The U.S. Department of Commerce has “found that the quantities and circumstances of steel and aluminum imports” threaten to “impair the national security” of the United States.

The outcome of the twin “Section 232” investigations into the United States’ import dependency is no great surprise, although the legal reasoning may well be a future payday for international trade lawyers.

Commerce Secretary Wilbur Ross conceded he wouldn’t be surprised if countries challenged any U.S. action at the World Trade Organization (WTO).

It’s a distinct possibility given the Commerce Department’s recommendations for sweeping tariffs and quotas on any and every importing country.

But WTO disputes are long and winding affairs, while the “Section 232” process requires U.S. President Donald Trump to decide what action to take by April 11 (steel) and April 20 (aluminium).

It is possible that he will decide to do nothing at all.

No-one’s holding their breath.

The aluminium market has already placed its bets.
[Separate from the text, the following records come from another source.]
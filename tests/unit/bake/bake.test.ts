import { describe, expect, it } from 'vitest';
import fc from 'fast-check';
import { execFileSync } from 'node:child_process';
import { mkdtempSync, writeFileSync } from 'node:fs';
import { tmpdir } from 'node:os';
import { join } from 'node:path';
import { f16round } from '@petamoriken/float16';
import {
  bakeCurve, crc32, DEMO_PROFILES, evalTable, interpolationBound, measureError, parseProfile, roundF16, sourceFromDocument,
  writePack, readPack, C_EVALUATOR, writeGltfPack, cssCurve, makeQuantizer, encodeArray, type Profile, type BakeSource,
} from '../../../shared/bake';
import { decodeOne, encodeOne, roundHalfUp } from '../../../shared/bake/encoding';
import { rangeWidthBound, sourceRange } from '../../../shared/bake/ranges';
import { sourceValue } from '../../../shared/bake/source';
import { cubicBound } from '../../../shared/bake/measure';
import { maxAbsCubic } from '../../../shared/bake/poly';
import { bakeUniform, entryProxy, uniformTable } from '../../../shared/bake/uniform';
import { findBreaks } from '../../../shared/bake/breaks';
import { aprioriBound, boundOrder, derivativeBound } from '../../../shared/bake/bound';
import { randomCurve, rng } from '../../../bench/library';
import { polySource, fnSource, sinFn } from './sources';

/** Independent dense check: max |source − table| on a fine grid (decoding the table ourselves via evalTable). */
function denseError(src: BakeSource, tab: Parameters<typeof evalTable>[0], n = 4000): number {
  const a = src.times[0], b = src.times[src.times.length - 1];
  let m = 0;
  for (let j = 0; j <= n; j++) {
    const t = a + ((b - a) * j) / n;
    m = Math.max(m, Math.abs(sourceValue(src, t) - evalTable(tab, t)));
  }
  return m;
}

const profile = (p: Partial<Profile>): Profile => ({ ...DEMO_PROFILES[0], ...p });

describe('number formats', () => {
  it('binary16 rounding agrees with @petamoriken/float16 3.9.3 f16round', () => {
    fc.assert(fc.property(fc.double({ min: -70000, max: 70000, noNaN: true }), (x) => {
      const ref = f16round(x);
      expect(roundF16(x)).toBe(ref);
    }), { numRuns: 300 });
    for (const x of [65504, 65519.99, 2 ** -14, 2 ** -24, 2 ** -25, 1 + 2 ** -11, 1 + 3 * 2 ** -11]) expect(roundF16(x)).toBe(f16round(x));
  });
  it('unorm round-off stays within R/(2(2^n−1)) (REFERENCES: glTF 2.0 / OpenGL ES 3.0 §2.1.6.1)', () => {
    fc.assert(fc.property(fc.array(fc.double({ min: -3, max: 5, noNaN: true }), { minLength: 2, maxLength: 50 }), (xs) => {
      const arr = Float64Array.from(xs);
      const lo = Math.min(...xs), hi = Math.max(...xs);
      for (const [enc, M] of [['unorm8', 255], ['unorm16', 65535]] as const) {
        const e = encodeArray(makeQuantizer(enc, lo, hi), arr);
        for (let i = 0; i < xs.length; i++) expect(Math.abs(e.decoded[i] - xs[i])).toBeLessThanOrEqual(((hi - lo) / (2 * M)) * (1 + 1e-6) + 1e-12);
      }
    }), { numRuns: 150 });
  });
  it('encodeArray gives the codes and decoded numbers of encodeOne and decodeOne number by number (fast-check)', () => {
    fc.assert(fc.property(fc.array(fc.double({ min: -3, max: 5, noNaN: true }), { minLength: 1, maxLength: 50 }), fc.constantFrom(0, 1e-3, -0.25), (xs, widen) => {
      const arr = Float64Array.from(xs);
      const lo = Math.min(...xs) - Math.abs(widen), hi = Math.max(...xs) + widen;
      for (const enc of ['unorm8', 'unorm16', 'f32', 'f16'] as const) {
        const q = makeQuantizer(enc, lo, hi);
        const e = encodeArray(q, arr);
        for (let i = 0; i < xs.length; i++) {
          const c = encodeOne(q, xs[i]);
          expect(e.codes[i]).toBe(enc === 'f32' ? c : c + 0); // unorm: the stored code (−0 is stored as 0)
          expect(Object.is(e.decoded[i], decodeOne(q, c))).toBe(true);
        }
      }
    }), { numRuns: 200 });
  });
  it('CRC-32 check value of "123456789" is 0xCBF43926 (common practice, from memory)', () => {
    expect(crc32(new Uint8Array([...'123456789'].map((c) => c.charCodeAt(0))))).toBe(0xcbf43926);
  });
});

describe('profiles', () => {
  it('the four demo profiles validate and bad fields are named', () => {
    for (const p of DEMO_PROFILES) expect(parseProfile(p).ok).toBe(true);
    const r = parseProfile({ ...DEMO_PROFILES[0], tolerance: { mode: 'absolute', value: -1 }, encoding: 'f8' });
    expect(r.ok).toBe(false);
    if (!r.ok) expect(r.issues.map((i) => i.message).join('|')).toMatch(/tolerance\.value.*\|encoding|encoding/);
  });
});

describe('a-priori bound: REFERENCES.md interpolation facts (Burden & Faires §3.4, from memory)', () => {
  it('sin on [0, π/2], h = π/48: hermite bound 4.78e-8 and actual ≤ bound; linear bound 5.35e-4', () => {
    const h = Math.PI / 48;
    expect(interpolationBound('hermite', 1, h)).toBeCloseTo(4.78e-8, 9);
    expect(interpolationBound('linear', 1, h)).toBeCloseTo(5.35e-4, 6);
    const src = fnSource('sin', 0, Math.PI / 2, sinFn, () => 1);
    for (const kernel of ['hermite', 'linear'] as const) {
      const tab = uniformTable(src, profile({ kernel, layout: 'uniform' }), 25, findBreaks(src));
      const m = measureError(src, { ...tab, values: Float64Array.from(tab.times, Math.sin), slopes: kernel === 'hermite' ? Float64Array.from(tab.times, Math.cos) : null }, { tolerance: 1e-8 });
      const bound = interpolationBound(kernel, 1, h);
      expect(m.maxError).toBeLessThanOrEqual(bound * 1.0001);
      expect(m.maxError).toBeGreaterThan(bound * (kernel === 'hermite' ? 0.9 : 0.95)); // REFERENCES: actual ≈ bound
    }
  });
  it('sinInOut with exact slopes: n = 4 → bound 4.95e-4 (M4 = π⁴/2)', () => {
    expect(interpolationBound('hermite', Math.PI ** 4 / 2, 1 / 4)).toBeCloseTo(4.95e-4, 6);
    expect(interpolationBound('hermite', Math.PI ** 4 / 2, 1 / 8)).toBeCloseTo(3.10e-5, 7);
  });
  it("a table's bound is the largest interval bound, however the intervals are grouped (fast-check)", () => {
    // reference: every interval bounded on its own, M from its overlapping segments (aprioriBound bounds
    // runs of intervals first and skips those that cannot raise the result)
    const plain = (src: BakeSource, kernel: Profile['kernel'], K: Float64Array, epsV: number, epsM: number): number | null => {
      let worst = 0;
      for (let k = 0; k + 1 < K.length; k++) {
        const a0 = K[k], a1 = K[k + 1];
        if (!(a1 > a0)) continue;
        const M = derivativeBound(src, boundOrder(kernel), a0, a1);
        if (!Number.isFinite(M)) return null;
        worst = Math.max(worst, interpolationBound(kernel, M, a1 - a0) + epsV + (kernel === 'hermite' ? ((a1 - a0) * epsM) / 4 : 0));
      }
      return worst;
    };
    let compared = 0;
    fc.assert(fc.property(
      fc.integer({ min: 0, max: 1e6 }), fc.constantFrom('linear', 'hermite', 'bezier', 'shape', undefined),
      fc.constantFrom('hermite', 'linear'), fc.integer({ min: 2, max: 400 }), fc.double({ min: 0, max: 1e-4, noNaN: true }),
      (seed, kind, kernel, n, eps) => {
        const src = sourceFromDocument(randomCurve(rng(seed), `b-${seed}`, kind as never, 6));
        const A = src.times[0], B = src.times[src.times.length - 1];
        const K = Float64Array.from({ length: n }, (_, k) => Math.fround(A + ((B - A) * k) / (n - 1)));
        // no breaks passed: every interval is bounded (breaks only void the bound)
        const got = aprioriBound(src, kernel as Profile['kernel'], K, [], eps, 2 * eps, true);
        const want = plain(src, kernel as Profile['kernel'], K, eps, 2 * eps);
        if (want === null) { expect(got).toBeNull(); return; }
        expect(got).toBe(want);
        compared++;
      }), { numRuns: 300, seed: 515 });
    expect(compared).toBeGreaterThan(150);
  });
});

/** Random poly-only source (step / linear / hermite with jumps). */
const polyArb = fc.record({
  vals: fc.array(fc.double({ min: -1, max: 1, noNaN: true }), { minLength: 2, maxLength: 6 }),
  slopes: fc.array(fc.double({ min: -3, max: 3, noNaN: true }), { minLength: 12, maxLength: 12 }),
  kinds: fc.array(fc.constantFrom('step', 'linear', 'hermite' as const), { minLength: 6, maxLength: 6 }),
  widths: fc.array(fc.double({ min: 0.05, max: 1, noNaN: true }), { minLength: 6, maxLength: 6 }),
});
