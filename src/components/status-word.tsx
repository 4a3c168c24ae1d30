import type { ReactNode } from 'react';

/**
 * Pass / near / over, the three verdict colours of the brief, plus a neutral one for "not known yet".
 * Always rendered as a shape and a word: colour is never the only signal.
 */
export type StatusTone = 'pass' | 'near' | 'over' | 'neutral';

const toneClass: Record<StatusTone, string> = {
  pass: 'text-moss border-moss/40 bg-moss/10 dark:text-[#7fbf8e] dark:border-[#7fbf8e]/40',
  near: 'text-[#8a5c0c] border-amber/50 bg-amber/10 dark:text-[#e0aa4c] dark:border-[#e0aa4c]/40',
  over: 'text-brick border-brick/40 bg-brick/10 dark:text-[#e07a6a] dark:border-[#e07a6a]/40',
  neutral: 'text-ink/70 border-grid-major bg-grid-minor/30 dark:text-paper/70 dark:border-night-line',
};

function ToneShape({ tone }: { tone: StatusTone }) {
  // filled circle = pass, triangle = near, cross = over, hollow circle = not known
  switch (tone) {
    case 'pass':
      return <circle cx="5" cy="5" r="3.5" fill="currentColor" />;
    case 'near':
      return <path d="M5 1.2L9 8.6H1Z" fill="currentColor" />;
    case 'over':
      return <path d="M1.8 1.8L8.2 8.2M8.2 1.8L1.8 8.2" stroke="currentColor" strokeWidth="1.8" />;
    case 'neutral':
      return <circle cx="5" cy="5" r="3.2" fill="none" stroke="currentColor" strokeWidth="1.3" />;
  }
}

export function StatusWord({ tone, children }: { tone: StatusTone; children: ReactNode }) {
  return (
    <span
      data-tone={tone}
      className={`inline-flex items-center gap-1.5 rounded-full border px-2 py-0.5 text-sm font-medium ${toneClass[tone]}`}
    >
      <svg viewBox="0 0 10 10" width="10" height="10" aria-hidden="true" focusable="false">
        <ToneShape tone={tone} />
      </svg>
      {children}
    </span>
  );
}
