/** Serialize an easing back to CSS text (numbers in shortest round-trip form). */
export function formatCssEasing(e: CssEasing): string {
  const n = (v: number) => String(Object.is(v, -0) ? 0 : v);
  switch (e.kind) {
    case 'cubic-bezier': return `cubic-bezier(${n(e.x1)}, ${n(e.y1)}, ${n(e.x2)}, ${n(e.y2)})`;
    case 'steps': return `steps(${e.steps}, ${e.position})`;
    case 'linear': {
      const parts: string[] = [];
      const p = e.points;
      for (let i = 0; i < p.length; i++) {
        if (i + 1 < p.length && p[i + 1].output === p[i].output && p[i + 1].input !== p[i].input) {
          parts.push(`${n(p[i].output)} ${n(p[i].input * 100)}% ${n(p[i + 1].input * 100)}%`);
          i++;
        } else {
          parts.push(`${n(p[i].output)} ${n(p[i].input * 100)}%`);
        }
      }
      return `linear(${parts.join(', ')})`;
    }
  }
}
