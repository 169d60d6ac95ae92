// Average power spectrum of the mono mix (mean of all channels) by Welch's
// method: Hann-windowed segments, mean removed, FFT of the smallest power of two
// giving ≤ 1 Hz resolution. For the hum verdict a take of two or more channels
// is also looked at channel by channel and as its side signal ch1 − ch2 (L − R):
// hum in antiphase between the channels cancels in the mix and stands in the side
// signal, and hum on one channel of many, diluted in the mix, stands in its own.
// These spectra take a quarter of the mix's FFT size (the first quarter of each
// segment: about 3 Hz bins at 48 kHz, ample for harmonics 50 Hz apart, each at a
// fifth of the mix's cost), and the side signal's comes from the first two
// channels' spectra by linearity, with no FFT of its own. Each segment gets its
// own verdict, which places the hum in time. At most MAX_SEGMENTS segments are taken, evenly
// spaced through the take (50 % overlap when fewer fit), so an hour-long take
// costs no more than a few minutes' one. 128 segments put the spread of each
// averaged bin near ±0.4 dB (1/√128), ample for finding tones 10 dB above the
// floor; more would cost FFT time without changing any reported feature. The
// positions are known up front from the frame count, which keeps this a
// single streaming pass.
import { RealFft } from './real-fft'
import type { Spectrum } from '@shared/schemas/analysis'
import type { MainsHum, TimeSpan } from '@shared/schemas/analysis'
import { describeSpectrum, readHum } from './spectrum-features'

const MAX_SEGMENTS = 128

export interface PowerSpectrum {
  /** Mean |X_k|² for k = 0..N/2 of the windowed segments. */
  power: Float64Array
  fftSize: number
  sampleRate: number
  /** Σw² of the window, for converting bin power to signal level. */
  windowEnergy: number
}

/**
 * dst[at..] = sum over channels of planar[·][from..to) (the 1/channels of the mean is applied with the
 * window); returns `total` plus the written values, added in order, so a segment's running total is
 * the same number its mean would be summed to afterwards, without another pass over the segment.
 */
function mixInto(
  dst: Float64Array,
  at: number,
  planar: Float32Array[],
  from: number,
  to: number,
  total: number,
): number {
  if (planar.length === 1) return copySummed(dst, at, planar[0], from, to, total)
  if (planar.length === 2) return pairSummed(dst, at, planar[0], planar[1], from, to, total)
  copyInto(dst, at, planar[0], from, to)
  for (let ch = 1; ch < planar.length; ch++) addInto(dst, at, planar[ch], from, to)
  return sumInto(dst, at, at + to - from, total)
}

// One loop per function: a function with two long loops, called a few hundred times, was compiled
// on the first loop's stack and thrown away on reaching the second (which had never run), again and
// again, spending most of its time unoptimised (and allocating a number per sample).

/** dst[at..] = src[from..to). */
function copyInto(dst: Float64Array, at: number, src: Float32Array, from: number, to: number): void {
  for (let i = from, j = at; i < to; i++, j++) dst[j] = src[i]
}

/** dst[at..] += src[from..to). */
function addInto(dst: Float64Array, at: number, src: Float32Array, from: number, to: number): void {
  for (let i = from, j = at; i < to; i++, j++) dst[j] += src[i]
}

/** copyInto, returning total + Σ of the copied values (in order). */
function copySummed(dst: Float64Array, at: number, src: Float32Array, from: number, to: number, total: number): number {
  for (let i = from, j = at; i < to; i++, j++) {
    const v = src[i]
    dst[j] = v
    total += v
  }
  return total
}

/** Two channels in one pass: dst[at..] = a[from..to) + b[from..to) (as a copy then an add would), and the running total. */
function pairSummed(
  dst: Float64Array,
  at: number,
  a: Float32Array,
  b: Float32Array,
  from: number,
  to: number,
  total: number,
): number {
  for (let i = from, j = at; i < to; i++, j++) {
    const v = a[i] + b[i]
    dst[j] = v
    total += v
  }
  return total
}

/** total + Σ b[from..to), in order. */
function sumInto(b: Float64Array, from: number, to: number, total: number): number {
  for (let i = from; i < to; i++) total += b[i]
  return total
}

export function fftSizeFor(sampleRate: number): number {
  return 2 ** Math.ceil(Math.log2(sampleRate))
}

export function segmentStarts(frames: number, size: number): number[] {
  if (frames <= size) return [0]
  const fit = Math.floor((frames - size) / (size / 2)) + 1
  const count = Math.min(MAX_SEGMENTS, fit)
  if (count === 1) return [0]
  return Array.from({ length: count }, (_, i) => Math.round((i * (frames - size)) / (count - 1)))
}

interface Segment {
  start: number
  filled: number
  /** Σ of buffer[0 .. filled), summed in order as the samples arrive (for the segment's mean). */
  total: number
  buffer: Float64Array
  /** Per channel (two or more channels): the segment's first `hum.size` samples. */
  channels: Float64Array[] | null
}

/** A single segment's spectrum is one periodogram (noisy): its verdict asks harmonics to stand 10 dB out. */
const SEGMENT_HUM_DB = 10

// The loops below are module functions with typed-array arguments, not inline in the methods that
// call them: those run once per segment (128 times a take), and V8 kept throwing away their
// optimised code on the cold paths around the loops; small functions called many times stay hot.

/** Mean of b[0..len). */
function meanOf(b: Float64Array, len: number): number {
  let mean = 0
  for (let i = 0; i < len; i++) mean += b[i]
  return mean / len
}

/** dst[i] = (b[i] − mean)·w[i]·scale for i < len; zeros after (dst: the FFT's input). */
function windowInto(
  dst: Float64Array,
  b: Float64Array,
  len: number,
  mean: number,
  w: Float64Array,
  scale: number,
): void {
  for (let i = 0; i < len; i++) dst[i] = (b[i] - mean) * w[i] * scale
  if (len < dst.length) dst.fill(0, len)
}

/** power[k] = |o_k|², sum[k] += it, for k < power.length (o interleaved re, im). */
function addPower(o: Float64Array, power: Float64Array, sum: Float64Array): void {
  for (let k = 0, m = power.length; k < m; k++) {
    const re = o[2 * k]
    const im = o[2 * k + 1]
    const p = re * re + im * im
    sum[k] += p
    power[k] = p
  }
}

/** As addPower for the difference of two spectra a − b (the FFT is linear: this is the spectrum of the difference signal). */
function addPowerOfDifference(a: Float64Array, b: Float64Array, power: Float64Array, sum: Float64Array): void {
  for (let k = 0, m = power.length; k < m; k++) {
    const re = a[2 * k] - b[2 * k]
    const im = a[2 * k + 1] - b[2 * k + 1]
    const p = re * re + im * im
    sum[k] += p
    power[k] = p
  }
}

function hannWindow(len: number): { w: Float64Array; energy: number } {
  const w = new Float64Array(len)
  let energy = 0
  for (let i = 0; i < len; i++) {
    w[i] = len > 1 ? 0.5 - 0.5 * Math.cos((2 * Math.PI * i) / (len - 1)) : 1
    energy += w[i] * w[i]
  }
  return { w, energy }
}

/** Hum is looked for in the mix, in each channel and in the side signal; these name them in `signals`. */
const MIX = 'all channels'
const SIDE = 'L−R'
/** Channel names: L and R for the first two (as in the side signal's name), then "ch 3", "ch 4"… */
export function channelName(ch: number): string {
  return ch === 0 ? 'L' : ch === 1 ? 'R' : `ch ${ch + 1}`
}

/**
 * The per-channel spectra for the hum verdict (two or more channels): each channel's first quarter
 * of the segment, FFT a quarter the mix's size, and from the first two channels' spectra the side
 * signal's (L − R) by the FFT's linearity, without an FFT of its own.
 */
class ChannelSpectra {
  readonly size: number
  private readonly fft: RealFft
  /** Per channel, then the side signal: summed power, and this segment's. */
  readonly sums: Float64Array[]
  readonly current: Float64Array[]
  private readonly out: Float64Array[]
  private window: Float64Array | null = null
  windowEnergy = 0
  segments = 0

  constructor(size: number, channels: number) {
    this.size = size
    this.fft = new RealFft(size)
    const bins = size / 2 + 1
    this.sums = Array.from({ length: channels + 1 }, () => new Float64Array(bins))
    this.current = Array.from({ length: channels + 1 }, () => new Float64Array(bins))
    this.out = Array.from({ length: 2 }, () => new Float64Array(size + 2))
  }

  /** Transforms each channel's buffer (first `len` samples; mean removed, Hann window) and adds the powers. */
  add(buffers: Float64Array[], len: number): void {
    if (this.window?.length !== len) {
      const h = hannWindow(len)
      this.window = h.w
      this.windowEnergy = h.energy
    }
    const channels = buffers.length
    for (let ch = 0; ch < channels; ch++) {
      const b = buffers[ch]
      windowInto(this.fft.input, b, len, meanOf(b, len), this.window, 1)
      const o = this.fft.transform()
      addPower(o, this.current[ch], this.sums[ch])
      if (ch < 2) this.out[ch].set(o) // the first two channels' spectra make the side signal's
    }
    addPowerOfDifference(this.out[0], this.out[1], this.current[channels], this.sums[channels])
    this.segments++
  }
}
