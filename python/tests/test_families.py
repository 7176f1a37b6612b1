"""Scatter families in the Python module: the Student t against the normal scale mixture
(CHECKS.md, "Elliptical families": P_t(A) = int P_normal(A; m, S nu / w) f_chi2(w; nu) dw, by
scipy.integrate.quad over w of products of scipy.stats.norm differences on axis-parallel
rectangles), the uniform against exact areas, and the family through pickling and site files."""
import math
import pickle

import pytest
from scipy import integrate, stats

import strewn


def t_rectangle_scale_mixture(mean, sigmas, lo, hi, nu):
    def normal_given_w(w):
        k = math.sqrt(w / nu)
        p = 1.0
        for i in range(2):
            a, b = (lo[i] - mean[i]) / sigmas[i] * k, (hi[i] - mean[i]) / sigmas[i] * k
            p *= stats.norm.cdf(b) - stats.norm.cdf(a) if b < 0 else stats.norm.sf(a) - stats.norm.sf(b)
        return p * stats.chi2.pdf(w, nu)
    value, err = integrate.quad(normal_given_w, 0, math.inf, epsabs=1e-15, epsrel=1e-12, limit=500)
    return value, err


@pytest.mark.parametrize("nu,mean,sigmas,lo,hi", [
    (4.0, (0.0, 6.0), (0.3, 0.18), (0.2, 5.9), (0.9, 6.5)),
    (1.0, (0.0, 0.0), (1.0, 2.0), (3.0, -1.0), (8.0, 1.0)),
    (0.6, (1.0, -2.0), (0.5, 0.5), (-1.0, -3.0), (0.5, -2.2)),
    (25.0, (0.0, 0.0), (1.0, 1.0), (-0.5, -0.5), (1.5, 0.8)),
])
def test_student_t_rectangles_match_the_normal_scale_mixture(nu, mean, sigmas, lo, hi):
    ref, ref_err = t_rectangle_scale_mixture(mean, sigmas, lo, hi, nu)
    model = strewn.Normal.from_axes(mean, max(sigmas), min(sigmas), 0.0 if sigmas[0] >= sigmas[1] else 90.0)
    model = model.with_family("student_t", nu=nu)
    centre = ((lo[0] + hi[0]) / 2, (lo[1] + hi[1]) / 2)
    r = strewn.probability(model, strewn.Region.rectangle(centre, hi[0] - lo[0], hi[1] - lo[1]), rel_tol=1e-10)
    assert r.status == "converged"
    assert abs(r.p - ref) <= r.abs_err + ref_err + 1e-12 * ref, (r.p, ref, r.abs_err, ref_err)


def test_uniform_puts_area_over_the_ellipse_area_inside_its_support():
    # Exact areas: density 1 / (4 pi sigma_major sigma_minor) within the ellipse of semi-axes 2 sigma.
    model = strewn.Normal.from_axes((5.0, 5.0), 1.0, 0.5, 0.0).with_family("uniform")
    r = strewn.probability(model, strewn.Region.rectangle((5.2, 5.1), 0.4, 0.3), rel_tol=1e-12)
    assert r.p == pytest.approx(0.12 / (4 * math.pi * 0.5), rel=1e-12)


def test_a_family_survives_pickling_and_shows_in_repr():
    t = strewn.Normal.from_axes((0.0, 6.0), 0.30, 0.18, 80.0).with_family("student_t", nu=3)
    back = pickle.loads(pickle.dumps(t))
    assert (back.family, back.nu) == ("student_t", 3.0)
    assert "student_t (nu = 3)" in repr(t)
    zone = strewn.Region.disk((0.2, 6.1), 0.25)
    assert strewn.probability(back, zone).p == strewn.probability(t, zone).p
    with pytest.raises(strewn.InputError, match="did you mean 'uniform'"):
        t.with_family("unifrom")


@pytest.mark.parametrize("arc", ["", ", arc_from_deg = 20, arc_to_deg = 250"])
def test_a_profile_source_survives_pickling_with_its_rows_and_arc(tmp_path, arc):
    # An invented leg test: rate (mm/h) at distances (m) from a head.
    (tmp_path / "leg.csv").write_text("distance_m,rate_mm_h\n0.5,9\n2,12\n4,11\n6,12.5\n8,8\n10,3\n11,0\n")
    (tmp_path / "lawn.toml").write_text(f"""
[[source]]
name = "head"
aim = [0.0, 0.0]
spread = {{ family = "profile", profile = "leg.csv"{arc} }}

[[zone]]
name = "path"
role = "keep_out"
shape = "rectangle"
params = {{ centre = [3.0, 4.0], width = 2.0, depth = 1.5 }}
""")
    model = strewn.load_site(str(tmp_path / "lawn.toml")).sources["head"]
    head = model.components[0][1] if isinstance(model, strewn.Mixture) else model
    back = pickle.loads(pickle.dumps(head))
    assert back.family == "profile"
    zone = strewn.Region.rectangle((3.0, 4.0), 2.0, 1.5)
    p, q = strewn.probability(head, zone).p, strewn.probability(back, zone).p
    assert p > 0.0 and q == pytest.approx(p, rel=1e-13, abs=0.0)
    # The arc came back: a zone behind the head (outside 20..250 degrees) gets nothing from it.
    behind = strewn.Region.rectangle((4.0, -3.0), 1.0, 1.0)
    assert (strewn.probability(back, behind).p == 0.0) == bool(arc)


def test_a_site_with_a_t_source_assesses_above_its_normal_twin_far_out(tmp_path):
    text = """
[[source]]
name = "thrower"
aim = [0.0, 0.0]
spread = {{ sigma = 0.3{family} }}

[[zone]]
name = "door"
role = "keep_out"
shape = "rectangle"
params = {{ centre = [3.0, 0.0], width = 0.5, depth = 2.0 }}
"""
    ps = {}
    for label, family in (("normal", ""), ("t", ', family = "student_t", nu = 3')):
        path = tmp_path / f"{label}.toml"
        path.write_text(text.format(family=family))
        ps[label] = strewn.load_site(str(path)).assess()[0]["all_sources"]["p_session"]
    # Ten sigmas out a normal puts ~1e-23 there, a t with 3 degrees of freedom ~1e-4.
    assert ps["t"] > 1e6 * ps["normal"]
CME futures contracts for physical U.S. aluminium premiums jumped from 13 to 15 cents per lb as the news broke on Friday.

Given the United States’ imports of primary aluminium now account for 90 percent of national demand, the potential implications for pricing are huge.

The goal, by contrast, is a modest one. “Success” would require the restart of just 500,000 tonnes of idled U.S. smelting capacity.